I look away, blinking at the ceiling, trying to push back the heat behind my eyes.

“You stopped answering my calls. You only picked up twice… and even then, it was like I was a stranger... like you just.... abandoned me....”

“I know,” he says again.

“It felt like… like the moment I married him, I stopped being your daughter.”

He breathes in sharply, like the truth cut deep. He doesn’t try to deny it.

“I didn’t know how to protect you once you left,” he finally says. “I thought I was doing what was best. I thought I was securing peace. And then… when I saw what you became…”

He covers his face with both hands.

“I don’t even know how to look at myself anymore.”

There’s a long silence between us.

My eyes drift back to him, and something tugs at my chest. I wanted to hate him. I wanted to scream and yell and push him away until he felt half of my pain.

But I look at him now and he’s already bleeding. Not from wounds I can see, but from guilt and shame that weigh heavier than anything else.

And I don’t know what to do with that. I don’t know how to forgive him. But I don’t know how to hate him either.

He comes to comfort me, and I let him. But as he does, the words I’ve been choking on for years finally break free. Quiet at first… then louder. Sharper.

“It’s not just about the marriage,” I say.

He nods, slowly, like he understands. But I know he doesn’t.

“No… You don’t understand,” I say, pulling slightly away, meeting his eyes. “My entire life… I’ve never felt at home. Not with you. Not even when I was married. I’ve always felt like an outcast. Like someone people tolerated, kept around because they had to, not because they wanted to.”

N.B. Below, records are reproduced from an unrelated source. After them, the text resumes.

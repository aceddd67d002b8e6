"""Writes the third set: rarer HDF5 filters and layouts, beside those of more_grids.py, and files that must be refused.

Run with Debian's python3 (numpy, h5py, hdf5plugin, tables, netCDF4, shapely), the packages hdf5-filter-plugin,
hdf5-filter-plugin-blosc-serial and hdf5-filter-plugin-zfp-serial, and the zstd command:
python3 tests/reference/make/filters.py
Values are read back with h5py. Of zstd Debian has no HDF5 filter: those chunks are packed by the zstd command and stored
as they are, and the values expected are the ones packed.
"""
import json
import os
import subprocess
import sys
import tempfile

import h5py
import hdf5plugin  # noqa: F401 (sets where h5py finds Debian's filters)
import numpy as np
import rasterio
import rasterio.transform
import shapely
import tables

import grids
import more_grids
from grids import CHL, OUT, days
from more_grids import LAT, LON, record_axes

grids.rng = np.random.default_rng(20250711)
grids.expected.clear()
REFUSED = os.path.normpath(os.path.join(OUT, '..', 'refused'))
NUMBERS = dict(lz4=32004, bzip2=307, bitshuffle=32008, blosc=32001, zstd=32015, zfp=32013)


FINE = (58.253 + 0.1 * np.arange(36), 2.2537 + 0.12 * np.arange(42))


def axes(f, lat=LAT, lon=LON):
    for axis, values, unit in (('time', np.array([19844.0]), 'days since 1970-01-01'), ('lat', lat, 'degrees_north'), ('lon', lon, 'degrees_east')):
        f.create_dataset(axis, data=values).attrs['units'] = unit


def meaning(f, v, fill=-9.0):
    v.attrs['units'], v.attrs['standard_name'] = 'mg m-3', CHL
    v.attrs['_FillValue'] = np.array([fill], v.dtype)
    for i, axis in enumerate(('time', 'lat', 'lon')):
        f[axis].make_scale(axis)
        v.dims[i].attach_scale(f[axis])


def stored(values, dtype='f4'):
    return np.where(np.isnan(values), -9, values).astype(dtype)


def file(name, create, libver='earliest', values=None, folder=OUT, place=(LAT, LON)):
    with h5py.File(os.path.join(folder, name), 'w', libver=libver) as f:
        axes(f, *place)
        meaning(f, create(f))
    if folder != OUT:
        return
    with h5py.File(os.path.join(OUT, name)) as f:
        v = f['chlor_a']
        masks = [v.id.get_chunk_info(i).filter_mask for i in range(v.id.get_num_chunks())] if v.chunks and libver == 'earliest' else []
    assert not any(masks) or 'without-its-filter' in name, f'{name} has chunks that no filter packed'
    if values is None:
        with h5py.File(os.path.join(OUT, name)) as f:
            values = f['chlor_a'][0].astype('f8')
    read = np.where(values == -9, np.nan, values)
    record_axes(name, 'chlor_a', {0: read}, *place, days(1))


def plain(data, **options):
    return lambda f: f.create_dataset('chlor_a', data=data, **options)


def by_hand(data, pipeline, chunk_of, mask=0, fill=None):
    """Chunks stored as given, under filters h5py itself may not have."""
    def create(f):
        plist = h5py.h5p.create(h5py.h5p.DATASET_CREATE)
        plist.set_obj_track_times(False)
        plist.set_chunk((1, 6, 14))
        for number, options in pipeline:
            plist.set_filter(number, h5py.h5z.FLAG_OPTIONAL, options)
        if fill is not None:
            plist.set_fill_value(np.array(fill, data.dtype))
        space = h5py.h5s.create_simple(data.shape)
        dataset = h5py.Dataset(h5py.h5d.create(f.id, b'chlor_a', h5py.h5t.py_create(data.dtype), space, plist))
        for row in (0, 6):
            chunk = chunk_of(np.ascontiguousarray(data[:, row:row + 6]), row)
            if chunk is not None:
                dataset.id.write_direct_chunk((0, row, 0), chunk, filter_mask=mask if row == 0 else 0)
        return dataset
    return create


def zstd(chunk, _row):
    with tempfile.TemporaryDirectory() as folder:
        path = os.path.join(folder, 'chunk')
        with open(path, 'wb') as f:
            f.write(chunk.tobytes())
        return subprocess.run(['zstd', '-q', '-3', '--no-check', '-c', path], check=True, capture_output=True).stdout


def nbit(f):
    plist = h5py.h5p.create(h5py.h5p.DATASET_CREATE)
    plist.set_obj_track_times(False)
    plist.set_chunk((1, 12, 14))
    plist.set_filter(h5py.h5z.FILTER_NBIT, h5py.h5z.FLAG_MANDATORY)
    kind = h5py.h5t.STD_I32LE.copy()
    kind.set_precision(17)
    dataset = h5py.Dataset(h5py.h5d.create(f.id, b'chlor_a', kind, h5py.h5s.create_simple((1, 12, 14)), plist))
    dataset[...] = np.ceil(stored(grids.field(1, 12, 14))).astype('i4')
    return dataset


def nbit_float(data):
    def create(f):
        plist = h5py.h5p.create(h5py.h5p.DATASET_CREATE)
        plist.set_obj_track_times(False)
        plist.set_chunk((1, 12, 14))
        plist.set_filter(h5py.h5z.FILTER_NBIT, h5py.h5z.FLAG_MANDATORY)
        dataset = h5py.Dataset(h5py.h5d.create(f.id, b'chlor_a', h5py.h5t.IEEE_F32LE, h5py.h5s.create_simple((1, 12, 14)), plist))
        dataset[...] = data
        return dataset
    return create


def main():
    # Eighths pack well: every filter has something to do, which `file` tests.
    data = stored(np.ceil(grids.field(1, 12, 14) * 8) / 8)
    fine = stored(np.ceil(grids.field(1, 36, 42) * 8) / 8)
    filtered = dict(chunks=(1, 6, 14))
    file('h5-szip.h5', plain(data, compression='szip', compression_opts=('nn', 16), **filtered))
    file('h5-szip-entropy-int32.h5', plain(np.ceil(data).astype('i4'), compression='szip', compression_opts=('ec', 8), **filtered))
    file('h5-lz4.h5', plain(data, compression=NUMBERS['lz4'], compression_opts=(0,), **filtered))
    file('h5-bzip2.h5', plain(data, compression=NUMBERS['bzip2'], compression_opts=(9,), **filtered))
    file('h5-bitshuffle.h5', plain(data, compression=NUMBERS['bitshuffle'], compression_opts=(0, 0), **filtered))
    file('h5-bitshuffle-lz4.h5', plain(data, compression=NUMBERS['bitshuffle'], compression_opts=(0, 2), **filtered))
    for code, inner in enumerate(('blosclz', 'lz4', 'lz4hc', 'snappy', 'zlib', 'zstd')):
        if inner in ('snappy', 'zlib'):
            continue
        # Too small a chunk blosc leaves as it is.
        file(f'h5-blosc-{inner}.h5', plain(fine, compression=NUMBERS['blosc'], compression_opts=(0, 0, 0, 0, 5, 1, code), chunks=(1, 18, 42)), place=FINE)
    file('h5-zfp.h5', plain(data, compression=NUMBERS['zfp'], **filtered))
    file('h5-zstd.h5', by_hand(data, [(NUMBERS['zstd'], (3,))], zstd), values=data[0].astype('f8'))
    file('h5-nbit-float32.h5', nbit_float(data))
    file('h5-fletcher32.h5', plain(data, fletcher32=True, **filtered))
    file('h5-fletcher32-deflate-shuffle.h5', plain(data, fletcher32=True, shuffle=True, compression='gzip', **filtered))
    # One chunk stored as it is although the pipeline has deflate, the other never written.
    import zlib
    half = np.where(np.arange(12)[:, None] < 6, data[0], -9).astype('f8')
    file('h5-chunk-without-its-filter.h5', by_hand(data, [(1, (4,))], lambda c, row: c.tobytes() if row == 0 else zlib.compress(c.tobytes(), 4), mask=1),
         values=data[0].astype('f8'))
    file('h5-chunk-never-written.h5', by_hand(data, [(1, (4,))], lambda c, row: zlib.compress(c.tobytes(), 4) if row == 0 else None, fill=-9), values=half)
    file('h5-contiguous.h5', plain(data))
    file('h5-contiguous-big-endian-int16.h5', plain(np.ceil(data).astype('>i2')))
    file('h5-compact.h5', compact(data))
    file('h5-latest-implicit.h5', implicit(data), libver='latest')
    file('h5-latest-contiguous.h5', plain(data), libver='latest')
    file('h5-latest-fixed-array-paged.h5', plain(data, chunks=(1, 1, 1)), libver='latest')
    file('h5-latest-single-chunk-plain.h5', plain(data, chunks=(1, 12, 14)), libver='latest')
    file('h5-earliest-btree-two-levels.h5', plain(data, chunks=(1, 1, 1), compression='gzip'))
    refused(data)
    with open(os.path.join(OUT, 'expected-filters.json'), 'w') as out:
        json.dump({
            'status': 'computed by tests/reference/make/filters.py', 'seed': 20250711,
            'versions': {'numpy': np.__version__, 'shapely': shapely.__version__, 'h5py': h5py.__version__, 'hdf5': h5py.version.hdf5_version,
                         'hdf5plugin': hdf5plugin.version, 'tables': tables.__version__,
                         'zstd': subprocess.run(['zstd', '--version'], capture_output=True, text=True).stdout.strip()},
            'files': grids.expected,
        }, out, separators=(',', ':'))
        out.write('\n')


def compact(data):
    def create(f):
        plist = h5py.h5p.create(h5py.h5p.DATASET_CREATE)
        plist.set_obj_track_times(False)
        plist.set_layout(h5py.h5d.COMPACT)
        dataset = h5py.Dataset(h5py.h5d.create(f.id, b'chlor_a', h5py.h5t.IEEE_F32LE, h5py.h5s.create_simple(data.shape), plist))
        dataset[...] = data
        return dataset
    return create


def implicit(data):
    def create(f):
        plist = h5py.h5p.create(h5py.h5p.DATASET_CREATE)
        plist.set_obj_track_times(False)
        plist.set_chunk((1, 5, 6))
        plist.set_alloc_time(h5py.h5d.ALLOC_TIME_EARLY)
        dataset = h5py.Dataset(h5py.h5d.create(f.id, b'chlor_a', h5py.h5t.IEEE_F32LE, h5py.h5s.create_simple(data.shape), plist))
        dataset[...] = data
        return dataset
    return create


def refused(data):
    """Each with what it points at or is packed by; the test knows the code and the sentence."""
    os.makedirs(REFUSED, exist_ok=True)
    file('h5-external-storage.h5', lambda f: f.create_dataset('chlor_a', (1, 12, 14), 'f4', external=[('package.json', 0, 672)]), folder=REFUSED)
    with h5py.File(os.path.join(REFUSED, 'h5-external-link.h5'), 'w') as f:
        axes(f)
        f['chlor_a'] = h5py.ExternalLink('../grids/h5-lzf.h5', 'chlor_a')
    layout = h5py.VirtualLayout((1, 12, 14), 'f4')
    layout[:] = h5py.VirtualSource('../grids/h5-contiguous.h5', 'chlor_a', (1, 12, 14))
    file('h5-virtual.h5', lambda f: f.create_virtual_dataset('chlor_a', layout, fillvalue=-9), libver='latest', folder=REFUSED)
    file('h5-unknown-filter.h5', by_hand(data, [(32999, (1,))], lambda c, _: c.tobytes()), folder=REFUSED)
    file('h5-fletcher32-damaged.h5', plain(data, fletcher32=True, chunks=(1, 6, 14)), folder=REFUSED)
    path = os.path.join(REFUSED, 'h5-fletcher32-damaged.h5')
    with open(path, 'rb') as f:
        content = bytearray(f.read())
    at = content.find(np.ascontiguousarray(data[0, :6]).tobytes())
    content[at + 40] ^= 1
    with open(path, 'wb') as f:
        f.write(content)
    file('h5-nbit-17-bits.h5', nbit, folder=REFUSED)
    fine = stored(np.ceil(grids.field(1, 36, 42) * 8) / 8)
    file('h5-blosc-zlib.h5', plain(fine, compression=NUMBERS['blosc'], compression_opts=(0, 0, 0, 0, 5, 1, 4), chunks=(1, 18, 42)), folder=REFUSED, place=FINE)
    hostile(data)
    with rasterio.open(os.path.join(REFUSED, 'rgb.tif'), 'w', driver='GTiff', height=8, width=8, count=3, dtype='uint8', photometric='RGB', crs='EPSG:4326',
                       transform=rasterio.transform.from_origin(2, 62, 0.3, 0.3)) as ds:
        ds.write((np.arange(192) % 256).reshape(3, 8, 8).astype('u1'))
    path = os.path.join(REFUSED, 'h5-lzo.h5')
    with tables.open_file(path, 'w') as f:
        f.create_carray('/', 'chlor_a', obj=data, chunkshape=(1, 6, 14), filters=tables.Filters(complevel=3, complib='lzo'))
    with h5py.File(path, 'r+') as f:
        axes(f)
        meaning(f, f['chlor_a'])


def hostile(data):
    import zlib
    # 28 MB out of a chunk that says it has 336 bytes; a chunk of 1.6 GB; 4e12 cells in a few kilobytes.
    file('h5-chunk-deflate-bomb.h5', by_hand(data, [(1, (9,))], lambda c, row: zlib.compress(bytes(28_000_000), 9) if row == 0 else zlib.compress(c.tobytes())), folder=REFUSED)
    for name, shape, chunks in (('h5-huge-chunk.h5', (1, 20000, 20000), (1, 20000, 20000)), ('h5-absurd-dimensions.h5', (1, 2000000, 2000000), (1, 10, 10))):
        lat, lon = (np.linspace(-80, 80, shape[1]), np.linspace(-170, 170, shape[2])) if 'chunk.' in name else (LAT, LON)
        with h5py.File(os.path.join(REFUSED, name), 'w') as f:
            f.create_dataset('time', data=np.array([19844.0])).attrs['units'] = 'days since 1970-01-01'
            for axis, values, unit, n in (('lat', lat, 'degrees_north', shape[1]), ('lon', lon, 'degrees_east', shape[2])):
                # An axis nobody wrote: its cells are all fill values.
                a = f.create_dataset(axis, (n,), 'f8', chunks=(min(n, 1000),), compression='gzip') if n > 100000 else f.create_dataset(axis, data=np.round(values, 1) if n < 100 else values, compression='gzip')
                a.attrs['units'] = unit
            meaning(f, f.create_dataset('chlor_a', shape, 'f4', chunks=chunks, compression='gzip'))
    with h5py.File(os.path.join(REFUSED, 'h5-groups-in-circles.h5'), 'w') as f:
        group = f
        for depth in range(60):
            group = group.create_group(f'g{depth}')
            group['again'] = f['/']
            group['up'] = group.parent
        group['data'] = data
    kind = np.dtype('f4')
    for depth in range(24):
        kind = np.dtype([(f'level{depth}', kind)])
    file('h5-deep-attributes.h5', lambda f: f.create_dataset('chlor_a', data=data), folder=REFUSED)
    with h5py.File(os.path.join(REFUSED, 'h5-deep-attributes.h5'), 'r+') as f:
        v = f['chlor_a']
        v.attrs.create('deep', np.zeros(3, kind))
        v.attrs.create('ragged', [np.arange(3.0), np.arange(2.0)], dtype=h5py.vlen_dtype('f8'))
        v.attrs.create('points at', v.ref, dtype=h5py.ref_dtype)
        v.attrs['empty'] = h5py.Empty('f4')
        f.attrs['<script>alert(1)</script>'] = '"><img src=x onerror=alert(2)>'
        for i in range(400):
            v.attrs[f'note {i:03}'] = 'x' * 100


if __name__ == '__main__':
    main()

His brows pull together, and his hand loosens around mine.

“What are you saying, baby?” he asks softly, trying to meet my gaze. “What are you trying to say?”

“You know what I’m saying,” I whisper, tears slipping down my cheeks. “You understand perfectly.”

He says nothing.

“I’ve always idolised you,” I continue, voice trembling. “I looked up to you like you were everything. I did everything to make you proud… because your love always felt so far away. Like it was real, but unreachable. Like a myth people whispered about, but no one ever touched.”

He blinks, stunned. “But I’ve been there your whole life…”

I shake my head.

“You were there, yes. But not with me. Not really.”

My voice grows quiet, bitter with memories.

“I was born into a family where my brothers blamed me for something I had no control over, for the death of a mother I never even got to meet. They hated me for it, and they never bothered to hide it.”

I swallow hard, trying to steady myself.

“And then there was you.”

He doesn’t move. Just listens.

“You gave me everything money could buy. But you withheld the one thing I needed the most… your love. You gave it in pieces. In conditions. I kept trying.... trying to be better, to be perfect, to make you proud. To earn what should’ve never needed earning.”

My throat tightens.

“I didn’t want to get married. But I did it. For you... I walked into that house, into that family, and I took everything thrown at me. Every insult. Every wound. Every lonely night. Because I didn’t want to disappoint you. Because I thought… if I did this one last thing, maybe you’d finally… love me the way I always needed you to.”